- Source data:
┌────────
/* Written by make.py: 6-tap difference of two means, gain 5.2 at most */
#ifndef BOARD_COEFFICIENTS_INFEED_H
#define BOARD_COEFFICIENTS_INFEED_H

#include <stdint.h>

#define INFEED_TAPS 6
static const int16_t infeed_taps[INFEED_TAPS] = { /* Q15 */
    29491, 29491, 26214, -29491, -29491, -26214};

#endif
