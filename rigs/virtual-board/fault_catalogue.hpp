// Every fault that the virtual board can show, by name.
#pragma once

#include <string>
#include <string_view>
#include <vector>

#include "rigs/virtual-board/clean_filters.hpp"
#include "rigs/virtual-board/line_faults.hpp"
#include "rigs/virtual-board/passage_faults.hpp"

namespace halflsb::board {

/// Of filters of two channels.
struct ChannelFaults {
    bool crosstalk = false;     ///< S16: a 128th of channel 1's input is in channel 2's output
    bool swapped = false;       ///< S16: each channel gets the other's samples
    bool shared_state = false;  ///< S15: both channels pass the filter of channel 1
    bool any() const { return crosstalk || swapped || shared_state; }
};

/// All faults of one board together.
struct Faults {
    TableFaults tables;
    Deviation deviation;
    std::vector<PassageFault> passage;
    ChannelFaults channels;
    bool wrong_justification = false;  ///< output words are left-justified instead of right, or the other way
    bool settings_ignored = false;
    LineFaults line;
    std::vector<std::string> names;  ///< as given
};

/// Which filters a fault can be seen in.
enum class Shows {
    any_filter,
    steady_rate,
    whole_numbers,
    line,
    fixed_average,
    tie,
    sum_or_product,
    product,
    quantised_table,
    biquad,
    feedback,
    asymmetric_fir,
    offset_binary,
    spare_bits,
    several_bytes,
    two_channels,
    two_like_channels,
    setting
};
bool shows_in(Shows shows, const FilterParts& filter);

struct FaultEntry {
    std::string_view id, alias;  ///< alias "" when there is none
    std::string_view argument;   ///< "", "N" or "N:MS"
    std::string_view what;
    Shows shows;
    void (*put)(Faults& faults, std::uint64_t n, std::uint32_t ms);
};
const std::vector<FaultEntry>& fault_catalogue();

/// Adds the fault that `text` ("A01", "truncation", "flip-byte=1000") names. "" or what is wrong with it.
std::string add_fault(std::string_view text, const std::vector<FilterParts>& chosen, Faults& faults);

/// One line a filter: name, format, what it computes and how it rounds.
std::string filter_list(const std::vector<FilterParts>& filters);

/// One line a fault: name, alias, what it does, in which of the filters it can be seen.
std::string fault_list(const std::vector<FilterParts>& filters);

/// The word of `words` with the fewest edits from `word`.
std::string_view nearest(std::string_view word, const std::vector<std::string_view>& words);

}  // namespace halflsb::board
└────────
┌────────
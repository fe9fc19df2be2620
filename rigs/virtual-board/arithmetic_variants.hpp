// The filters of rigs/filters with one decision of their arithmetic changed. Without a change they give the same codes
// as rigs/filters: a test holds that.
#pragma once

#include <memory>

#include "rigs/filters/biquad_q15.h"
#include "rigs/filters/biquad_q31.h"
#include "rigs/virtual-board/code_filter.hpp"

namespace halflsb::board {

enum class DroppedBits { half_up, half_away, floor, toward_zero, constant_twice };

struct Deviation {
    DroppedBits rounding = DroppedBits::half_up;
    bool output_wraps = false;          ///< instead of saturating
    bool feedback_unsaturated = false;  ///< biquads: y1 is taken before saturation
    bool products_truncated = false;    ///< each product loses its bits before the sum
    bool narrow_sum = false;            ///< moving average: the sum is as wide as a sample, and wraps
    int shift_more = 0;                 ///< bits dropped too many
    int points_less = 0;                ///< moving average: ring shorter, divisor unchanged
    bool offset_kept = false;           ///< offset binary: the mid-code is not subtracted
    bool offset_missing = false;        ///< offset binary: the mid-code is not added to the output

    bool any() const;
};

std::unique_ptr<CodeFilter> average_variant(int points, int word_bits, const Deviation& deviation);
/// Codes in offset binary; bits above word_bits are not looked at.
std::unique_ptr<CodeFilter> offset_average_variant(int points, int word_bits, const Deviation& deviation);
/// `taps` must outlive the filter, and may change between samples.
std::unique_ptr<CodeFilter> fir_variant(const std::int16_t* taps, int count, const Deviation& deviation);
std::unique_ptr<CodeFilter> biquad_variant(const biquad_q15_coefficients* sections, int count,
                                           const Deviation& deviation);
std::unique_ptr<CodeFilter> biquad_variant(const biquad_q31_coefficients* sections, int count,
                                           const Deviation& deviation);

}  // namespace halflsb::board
└────────
- What is required: From the listing above, collect each line in which the string "before" appears.

- Expected output:
    bool feedback_unsaturated = false;  ///< biquads: y1 is taken before saturation
    bool products_truncated = false;    ///< each product loses its bits before the sum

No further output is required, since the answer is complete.